EXERCISE DESCRIPTION: Your response needs to be the data below, retyped exactly.

INFORMATION:
//! Spatial thinning: of many places, a choice of which no two are closer than a distance, as large as
//! can be found; or at most so many for each square of an equal-area grid.
//!
//! Pure: the same places, rule, tries and seed give the same choice at any number of threads.

mod cells;
mod closest;
mod conflicts;
mod ground;
mod search;
mod spots;
mod squares;
mod starts;

use rayon::prelude::*;

use crate::maths::random::Stream;
use crate::units::{Metres, Seed};

use cells::Cells;
use closest::closest;
use conflicts::Conflicts;
use ground::Space;
use search::Search;

pub use ground::Ground;
pub use spots::{Spot, SpotList, Spotter};
pub use squares::thin_by_square;

/// Places that all tries together look at before a search ends, where nothing else ends it sooner.
const EFFORT: u64 = 500_000_000;
/// Changes without gain, for each kept place, after which a search ends.
const PATIENCE: usize = 200;

/// Places left by thinning.
#[derive(Debug, Clone, PartialEq)]
pub struct Thinned {
    /// Which of the places are kept: their indices, ascending.
    pub kept: Vec<u32>,
    /// The distance between the two kept places closest to each other; `None` with fewer than two.
    pub closest: Option<Metres>,
}

impl Thinned {
    fn new(mut kept: Vec<u32>, places: &[(f64, f64)], ground: Ground) -> Self {
        kept.sort_unstable();
        let closest = closest(kept.iter().map(|&i| places[i as usize]).collect(), ground);
        Self { kept, closest }
    }
}

/// Keeps as many places as it can such that no two are closer than `distance` (exactly that far apart is
/// far enough). Never keeps fewer than going through the places once in their order would.
///
/// `tries` searches begin from different choices; the best one counts, part by part where the places
/// fall into parts that do not touch. Of identical places the first is kept or none. Which of equally
/// many places are kept depends on the seed, not on the order of the places, unless only the pass in
/// their order leads to so many.
///
/// ```
/// use trodden::records::{Ground, thin_by_distance};
/// use trodden::units::{Metres, Seed};
/// let places = [(0.0, 0.0), (600.0, 0.0), (1200.0, 0.0)];
/// let plane = Ground::Plane { metres_per_unit: 1.0 };
/// let thinned = thin_by_distance(&places, plane, Metres::new(1000.0).unwrap(), 4, Seed(1));
/// assert_eq!(thinned.kept, [0, 2]);
/// assert_eq!(thinned.closest, Metres::new(1200.0));
/// ```
pub fn thin_by_distance(
    places: &[(f64, f64)],
    ground: Ground,
    distance: Metres,
    tries: usize,
    seed: Seed,
) -> Thinned {
    if distance.get() == 0.0 {
        return Thinned::new((0..places.len() as u32).collect(), places, ground);
    }
    let mut firsts = distinct(places);
    let among = firsts.iter().map(|&i| places[i as usize]).collect();
    let mut space = Space::new(among, ground, distance.get());
    let (cells, order) = Cells::gather(&mut space, distance.get());
    firsts = order.iter().map(|&i| firsts[i as usize]).collect();
    let parts: Vec<Vec<u32>> = (0..cells.components.len() - 1)
        .into_par_iter()
        .map(|component| {
            let first = cells.starts[cells.components[component] as usize];
            let end = cells.starts[cells.components[component + 1] as usize];
            let task = Task { component, tries: tries.max(1), seed, whole: cells.starts.len() - 1 };
            let kept = task.choose(&space, &cells, &firsts[first as usize..end as usize]);
            kept.into_iter().map(|p| firsts[(first + p) as usize]).collect()
        })
        .collect();
    Thinned::new(parts.concat(), places, ground)
}

/// The first of each set of identical places, in the order of their coordinates.
fn distinct(places: &[(f64, f64)]) -> Vec<u32> {
    // zero has two signs
    let at = |i: u32| (places[i as usize].0 + 0.0, places[i as usize].1 + 0.0);
    let mut order: Vec<u32> = (0..places.len() as u32).collect();
    order.par_sort_unstable_by(|&i, &j| {
        let (p, q) = (at(i), at(j));
        p.0.total_cmp(&q.0).then(p.1.total_cmp(&q.1)).then(i.cmp(&j))
    });
    order.dedup_by(|i, j| at(*i) == at(*j));
    order
}

/// The search within one component.
struct Task {
    component: usize,
    tries: usize,
    seed: Seed,
    /// Number of cubes of all components.
    whole: usize,
}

RESULT BELOW:
//! Spatial thinning: of many places, a choice of which no two are closer than a distance, as large as
//! can be found; or at most so many for each square of an equal-area grid.
//!
//! Pure: the same places, rule, tries and seed give the same choice at any number of threads.

mod cells;
mod closest;
mod conflicts;
mod ground;
mod search;
mod spots;
mod squares;
mod starts;

use rayon::prelude::*;

use crate::maths::random::Stream;
use crate::units::{Metres, Seed};

use cells::Cells;
use closest::closest;
use conflicts::Conflicts;
use ground::Space;
use search::Search;

pub use ground::Ground;
pub use spots::{Spot, SpotList, Spotter};
pub use squares::thin_by_square;

/// Places that all tries together look at before a search ends, where nothing else ends it sooner.
const EFFORT: u64 = 500_000_000;
/// Changes without gain, for each kept place, after which a search ends.
const PATIENCE: usize = 200;

/// Places left by thinning.
#[derive(Debug, Clone, PartialEq)]
pub struct Thinned {
    /// Which of the places are kept: their indices, ascending.
    pub kept: Vec<u32>,
    /// The distance between the two kept places closest to each other; `None` with fewer than two.
    pub closest: Option<Metres>,
}

impl Thinned {
    fn new(mut kept: Vec<u32>, places: &[(f64, f64)], ground: Ground) -> Self {
        kept.sort_unstable();
        let closest = closest(kept.iter().map(|&i| places[i as usize]).collect(), ground);
        Self { kept, closest }
    }
}

/// Keeps as many places as it can such that no two are closer than `distance` (exactly that far apart is
/// far enough). Never keeps fewer than going through the places once in their order would.
///
/// `tries` searches begin from different choices; the best one counts, part by part where the places
/// fall into parts that do not touch. Of identical places the first is kept or none. Which of equally
/// many places are kept depends on the seed, not on the order of the places, unless only the pass in
/// their order leads to so many.
///
/// ```
/// use trodden::records::{Ground, thin_by_distance};
/// use trodden::units::{Metres, Seed};
/// let places = [(0.0, 0.0), (600.0, 0.0), (1200.0, 0.0)];
/// let plane = Ground::Plane { metres_per_unit: 1.0 };
/// let thinned = thin_by_distance(&places, plane, Metres::new(1000.0).unwrap(), 4, Seed(1));
/// assert_eq!(thinned.kept, [0, 2]);
/// assert_eq!(thinned.closest, Metres::new(1200.0));
/// ```
pub fn thin_by_distance(
    places: &[(f64, f64)],
    ground: Ground,
    distance: Metres,
    tries: usize,
    seed: Seed,
) -> Thinned {
    if distance.get() == 0.0 {
        return Thinned::new((0..places.len() as u32).collect(), places, ground);
    }
    let mut firsts = distinct(places);
    let among = firsts.iter().map(|&i| places[i as usize]).collect();
    let mut space = Space::new(among, ground, distance.get());
    let (cells, order) = Cells::gather(&mut space, distance.get());
    firsts = order.iter().map(|&i| firsts[i as usize]).collect();
    let parts: Vec<Vec<u32>> = (0..cells.components.len() - 1)
        .into_par_iter()
        .map(|component| {
            let first = cells.starts[cells.components[component] as usize];
            let end = cells.starts[cells.components[component + 1] as usize];
            let task = Task { component, tries: tries.max(1), seed, whole: cells.starts.len() - 1 };
            let kept = task.choose(&space, &cells, &firsts[first as usize..end as usize]);
            kept.into_iter().map(|p| firsts[(first + p) as usize]).collect()
        })
        .collect();
    Thinned::new(parts.concat(), places, ground)
}

/// The first of each set of identical places, in the order of their coordinates.
fn distinct(places: &[(f64, f64)]) -> Vec<u32> {
    // zero has two signs
    let at = |i: u32| (places[i as usize].0 + 0.0, places[i as usize].1 + 0.0);
    let mut order: Vec<u32> = (0..places.len() as u32).collect();
    order.par_sort_unstable_by(|&i, &j| {
        let (p, q) = (at(i), at(j));
        p.0.total_cmp(&q.0).then(p.1.total_cmp(&q.1)).then(i.cmp(&j))
    });
    order.dedup_by(|i, j| at(*i) == at(*j));
    order
}

/// The search within one component.
struct Task {
    component: usize,
    tries: usize,
    seed: Seed,
    /// Number of cubes of all components.
    whole: usize,
}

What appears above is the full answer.